**PROBLEM DESCRIPTION:** What are the lines of the listing below, word for word, from the first down to the one that contains "numbers = step.equation.stoichiometry"?
[INFORMATION SHOWN — start]
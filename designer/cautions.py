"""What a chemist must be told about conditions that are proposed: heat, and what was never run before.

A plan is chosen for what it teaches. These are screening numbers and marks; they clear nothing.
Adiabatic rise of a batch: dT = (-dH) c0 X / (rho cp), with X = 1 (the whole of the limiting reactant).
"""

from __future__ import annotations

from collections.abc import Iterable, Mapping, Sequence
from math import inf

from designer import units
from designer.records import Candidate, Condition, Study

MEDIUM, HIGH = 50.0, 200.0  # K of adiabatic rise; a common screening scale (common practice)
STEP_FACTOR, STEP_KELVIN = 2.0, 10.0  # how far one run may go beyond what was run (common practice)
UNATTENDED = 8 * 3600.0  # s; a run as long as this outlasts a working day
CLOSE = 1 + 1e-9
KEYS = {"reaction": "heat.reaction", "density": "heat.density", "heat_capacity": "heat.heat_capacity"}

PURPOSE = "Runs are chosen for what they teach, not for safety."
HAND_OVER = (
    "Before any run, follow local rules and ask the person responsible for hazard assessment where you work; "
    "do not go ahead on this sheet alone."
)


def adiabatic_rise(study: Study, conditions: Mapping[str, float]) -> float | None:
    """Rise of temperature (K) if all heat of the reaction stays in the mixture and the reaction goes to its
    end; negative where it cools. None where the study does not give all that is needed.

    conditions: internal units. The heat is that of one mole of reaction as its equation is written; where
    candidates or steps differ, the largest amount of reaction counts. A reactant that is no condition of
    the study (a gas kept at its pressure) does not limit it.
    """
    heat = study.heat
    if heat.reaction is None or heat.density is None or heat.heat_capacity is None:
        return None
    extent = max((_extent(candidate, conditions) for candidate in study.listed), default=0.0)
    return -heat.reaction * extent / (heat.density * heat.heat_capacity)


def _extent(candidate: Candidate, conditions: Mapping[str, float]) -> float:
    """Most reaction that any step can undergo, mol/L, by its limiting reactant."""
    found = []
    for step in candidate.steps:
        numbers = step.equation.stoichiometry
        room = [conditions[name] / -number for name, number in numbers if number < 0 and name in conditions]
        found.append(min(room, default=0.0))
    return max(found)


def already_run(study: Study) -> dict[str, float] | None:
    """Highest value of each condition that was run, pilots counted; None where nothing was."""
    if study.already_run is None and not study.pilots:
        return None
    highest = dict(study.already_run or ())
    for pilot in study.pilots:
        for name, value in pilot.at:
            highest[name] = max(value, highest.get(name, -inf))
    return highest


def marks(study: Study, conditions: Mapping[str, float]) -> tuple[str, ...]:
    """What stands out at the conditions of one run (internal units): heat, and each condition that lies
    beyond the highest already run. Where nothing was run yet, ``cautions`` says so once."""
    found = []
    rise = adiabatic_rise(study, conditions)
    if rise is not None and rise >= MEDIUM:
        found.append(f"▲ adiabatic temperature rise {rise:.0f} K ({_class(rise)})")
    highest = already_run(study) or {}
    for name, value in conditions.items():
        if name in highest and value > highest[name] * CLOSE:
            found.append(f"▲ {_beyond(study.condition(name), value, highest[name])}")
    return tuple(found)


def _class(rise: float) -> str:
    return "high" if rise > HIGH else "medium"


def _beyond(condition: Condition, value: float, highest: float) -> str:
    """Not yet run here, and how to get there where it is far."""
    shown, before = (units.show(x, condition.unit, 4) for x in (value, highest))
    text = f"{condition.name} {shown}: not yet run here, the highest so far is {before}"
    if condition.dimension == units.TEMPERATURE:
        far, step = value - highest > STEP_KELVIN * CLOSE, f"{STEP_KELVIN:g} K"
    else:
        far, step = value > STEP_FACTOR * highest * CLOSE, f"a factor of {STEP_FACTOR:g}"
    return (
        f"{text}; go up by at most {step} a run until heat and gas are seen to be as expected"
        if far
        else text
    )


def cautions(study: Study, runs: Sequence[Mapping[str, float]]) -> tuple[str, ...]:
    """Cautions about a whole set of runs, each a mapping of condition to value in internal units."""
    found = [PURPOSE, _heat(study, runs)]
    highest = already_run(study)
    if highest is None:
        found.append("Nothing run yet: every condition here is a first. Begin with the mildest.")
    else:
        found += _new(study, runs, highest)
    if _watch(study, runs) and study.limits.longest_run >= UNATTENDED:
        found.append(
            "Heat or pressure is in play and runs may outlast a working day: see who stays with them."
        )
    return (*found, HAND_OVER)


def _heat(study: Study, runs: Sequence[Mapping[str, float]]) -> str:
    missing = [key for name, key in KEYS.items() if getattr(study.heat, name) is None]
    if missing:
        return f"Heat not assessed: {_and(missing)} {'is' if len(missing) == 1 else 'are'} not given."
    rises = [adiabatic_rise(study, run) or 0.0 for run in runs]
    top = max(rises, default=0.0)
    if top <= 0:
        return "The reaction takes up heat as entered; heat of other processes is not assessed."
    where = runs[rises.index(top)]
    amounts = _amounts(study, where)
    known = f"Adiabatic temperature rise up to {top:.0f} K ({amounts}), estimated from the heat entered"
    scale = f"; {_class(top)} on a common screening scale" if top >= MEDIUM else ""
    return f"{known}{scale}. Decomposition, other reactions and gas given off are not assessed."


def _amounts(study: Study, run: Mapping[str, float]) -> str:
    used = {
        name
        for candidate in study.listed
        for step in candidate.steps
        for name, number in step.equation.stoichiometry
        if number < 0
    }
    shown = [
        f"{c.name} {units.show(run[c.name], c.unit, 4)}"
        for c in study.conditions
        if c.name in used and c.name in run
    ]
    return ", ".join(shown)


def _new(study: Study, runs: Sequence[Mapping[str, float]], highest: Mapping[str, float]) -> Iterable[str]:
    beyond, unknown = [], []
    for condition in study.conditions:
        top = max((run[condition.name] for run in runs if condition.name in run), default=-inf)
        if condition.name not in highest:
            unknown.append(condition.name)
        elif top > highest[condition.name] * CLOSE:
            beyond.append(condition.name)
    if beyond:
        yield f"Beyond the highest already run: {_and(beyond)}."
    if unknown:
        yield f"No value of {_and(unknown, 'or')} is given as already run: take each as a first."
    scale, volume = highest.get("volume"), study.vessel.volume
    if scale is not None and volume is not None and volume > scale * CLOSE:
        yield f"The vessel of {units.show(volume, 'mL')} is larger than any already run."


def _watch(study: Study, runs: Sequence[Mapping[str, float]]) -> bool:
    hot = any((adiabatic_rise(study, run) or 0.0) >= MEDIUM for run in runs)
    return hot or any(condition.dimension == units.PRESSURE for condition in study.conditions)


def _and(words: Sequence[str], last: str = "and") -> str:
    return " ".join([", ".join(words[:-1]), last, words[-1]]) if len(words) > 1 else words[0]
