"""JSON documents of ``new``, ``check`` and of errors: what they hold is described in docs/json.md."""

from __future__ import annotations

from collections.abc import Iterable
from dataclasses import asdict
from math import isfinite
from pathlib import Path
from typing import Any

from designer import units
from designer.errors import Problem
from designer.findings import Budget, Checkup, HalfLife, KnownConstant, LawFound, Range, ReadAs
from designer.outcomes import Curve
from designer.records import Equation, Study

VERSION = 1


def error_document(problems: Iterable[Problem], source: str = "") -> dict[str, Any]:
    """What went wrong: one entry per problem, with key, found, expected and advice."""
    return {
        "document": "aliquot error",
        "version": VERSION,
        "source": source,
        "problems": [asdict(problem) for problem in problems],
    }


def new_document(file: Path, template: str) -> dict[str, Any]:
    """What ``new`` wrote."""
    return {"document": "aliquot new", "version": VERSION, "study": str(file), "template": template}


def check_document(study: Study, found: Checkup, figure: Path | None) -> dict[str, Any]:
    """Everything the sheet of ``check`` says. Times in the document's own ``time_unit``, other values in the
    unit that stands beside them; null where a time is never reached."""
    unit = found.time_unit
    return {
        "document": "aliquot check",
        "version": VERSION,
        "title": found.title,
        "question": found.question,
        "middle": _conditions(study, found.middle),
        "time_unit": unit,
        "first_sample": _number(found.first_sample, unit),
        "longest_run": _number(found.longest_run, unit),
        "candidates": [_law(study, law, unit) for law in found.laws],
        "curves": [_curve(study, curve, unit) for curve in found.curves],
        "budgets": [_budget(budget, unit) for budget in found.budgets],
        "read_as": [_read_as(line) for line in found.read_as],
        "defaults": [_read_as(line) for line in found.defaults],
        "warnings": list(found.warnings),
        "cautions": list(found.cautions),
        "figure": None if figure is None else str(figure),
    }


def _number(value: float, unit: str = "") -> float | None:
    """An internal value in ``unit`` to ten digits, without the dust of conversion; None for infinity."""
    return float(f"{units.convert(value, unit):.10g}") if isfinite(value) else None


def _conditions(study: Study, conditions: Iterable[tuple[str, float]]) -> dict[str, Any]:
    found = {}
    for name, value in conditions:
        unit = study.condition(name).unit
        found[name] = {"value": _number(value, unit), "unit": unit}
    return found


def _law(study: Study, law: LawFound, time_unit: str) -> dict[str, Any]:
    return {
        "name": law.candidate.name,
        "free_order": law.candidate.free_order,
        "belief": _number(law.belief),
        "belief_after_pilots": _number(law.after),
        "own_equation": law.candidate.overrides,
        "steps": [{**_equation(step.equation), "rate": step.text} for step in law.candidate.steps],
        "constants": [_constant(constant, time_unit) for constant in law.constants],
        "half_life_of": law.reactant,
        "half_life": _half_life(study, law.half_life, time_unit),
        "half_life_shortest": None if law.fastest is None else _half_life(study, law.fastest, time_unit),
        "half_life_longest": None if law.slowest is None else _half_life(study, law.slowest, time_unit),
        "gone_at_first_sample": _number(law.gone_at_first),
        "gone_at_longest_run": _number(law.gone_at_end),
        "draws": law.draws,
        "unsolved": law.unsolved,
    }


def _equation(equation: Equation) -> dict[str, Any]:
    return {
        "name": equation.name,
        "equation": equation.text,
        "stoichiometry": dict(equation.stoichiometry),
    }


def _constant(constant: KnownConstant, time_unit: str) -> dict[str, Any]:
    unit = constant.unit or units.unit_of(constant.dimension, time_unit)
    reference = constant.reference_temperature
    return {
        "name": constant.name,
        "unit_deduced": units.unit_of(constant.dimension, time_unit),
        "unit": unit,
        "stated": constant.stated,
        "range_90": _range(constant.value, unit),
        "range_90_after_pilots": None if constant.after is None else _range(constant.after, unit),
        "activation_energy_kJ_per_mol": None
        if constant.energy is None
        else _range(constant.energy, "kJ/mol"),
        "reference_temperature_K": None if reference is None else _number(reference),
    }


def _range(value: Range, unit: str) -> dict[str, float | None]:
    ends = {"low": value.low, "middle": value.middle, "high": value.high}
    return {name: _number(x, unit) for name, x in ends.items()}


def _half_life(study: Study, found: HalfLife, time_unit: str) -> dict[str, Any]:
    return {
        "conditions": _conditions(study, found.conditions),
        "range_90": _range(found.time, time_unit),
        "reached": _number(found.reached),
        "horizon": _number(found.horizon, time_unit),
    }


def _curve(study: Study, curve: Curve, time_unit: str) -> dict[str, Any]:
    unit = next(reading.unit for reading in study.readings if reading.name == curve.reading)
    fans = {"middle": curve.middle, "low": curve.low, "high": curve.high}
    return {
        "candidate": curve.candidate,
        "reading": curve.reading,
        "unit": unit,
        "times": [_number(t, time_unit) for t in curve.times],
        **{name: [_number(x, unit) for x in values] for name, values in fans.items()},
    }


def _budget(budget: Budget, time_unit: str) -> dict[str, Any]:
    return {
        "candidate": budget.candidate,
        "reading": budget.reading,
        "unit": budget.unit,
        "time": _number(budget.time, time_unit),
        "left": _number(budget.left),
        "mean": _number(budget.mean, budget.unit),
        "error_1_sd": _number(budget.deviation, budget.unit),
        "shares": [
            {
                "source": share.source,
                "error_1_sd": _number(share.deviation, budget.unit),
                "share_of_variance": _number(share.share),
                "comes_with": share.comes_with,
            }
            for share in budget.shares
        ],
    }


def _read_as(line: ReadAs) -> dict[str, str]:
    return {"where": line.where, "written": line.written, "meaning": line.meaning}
[INFORMATION SHOWN — finish]
**EXERCISE OUTPUT:**
filename designer/cautions.py
"""What a chemist must be told about conditions that are proposed: heat, and what was never run before.

A plan is chosen for what it teaches. These are screening numbers and marks; they clear nothing.
Adiabatic rise of a batch: dT = (-dH) c0 X / (rho cp), with X = 1 (the whole of the limiting reactant).
"""

from __future__ import annotations

from collections.abc import Iterable, Mapping, Sequence
from math import inf

from designer import units
from designer.records import Candidate, Condition, Study

MEDIUM, HIGH = 50.0, 200.0  # K of adiabatic rise; a common screening scale (common practice)
STEP_FACTOR, STEP_KELVIN = 2.0, 10.0  # how far one run may go beyond what was run (common practice)
UNATTENDED = 8 * 3600.0  # s; a run as long as this outlasts a working day
CLOSE = 1 + 1e-9
KEYS = {"reaction": "heat.reaction", "density": "heat.density", "heat_capacity": "heat.heat_capacity"}

PURPOSE = "Runs are chosen for what they teach, not for safety."
HAND_OVER = (
    "Before any run, follow local rules and ask the person responsible for hazard assessment where you work; "
    "do not go ahead on this sheet alone."
)


def adiabatic_rise(study: Study, conditions: Mapping[str, float]) -> float | None:
    """Rise of temperature (K) if all heat of the reaction stays in the mixture and the reaction goes to its
    end; negative where it cools. None where the study does not give all that is needed.

    conditions: internal units. The heat is that of one mole of reaction as its equation is written; where
    candidates or steps differ, the largest amount of reaction counts. A reactant that is no condition of
    the study (a gas kept at its pressure) does not limit it.
    """
    heat = study.heat
    if heat.reaction is None or heat.density is None or heat.heat_capacity is None:
        return None
    extent = max((_extent(candidate, conditions) for candidate in study.listed), default=0.0)
    return -heat.reaction * extent / (heat.density * heat.heat_capacity)


def _extent(candidate: Candidate, conditions: Mapping[str, float]) -> float:
    """Most reaction that any step can undergo, mol/L, by its limiting reactant."""
    found = []
    for step in candidate.steps:
        numbers = step.equation.stoichiometry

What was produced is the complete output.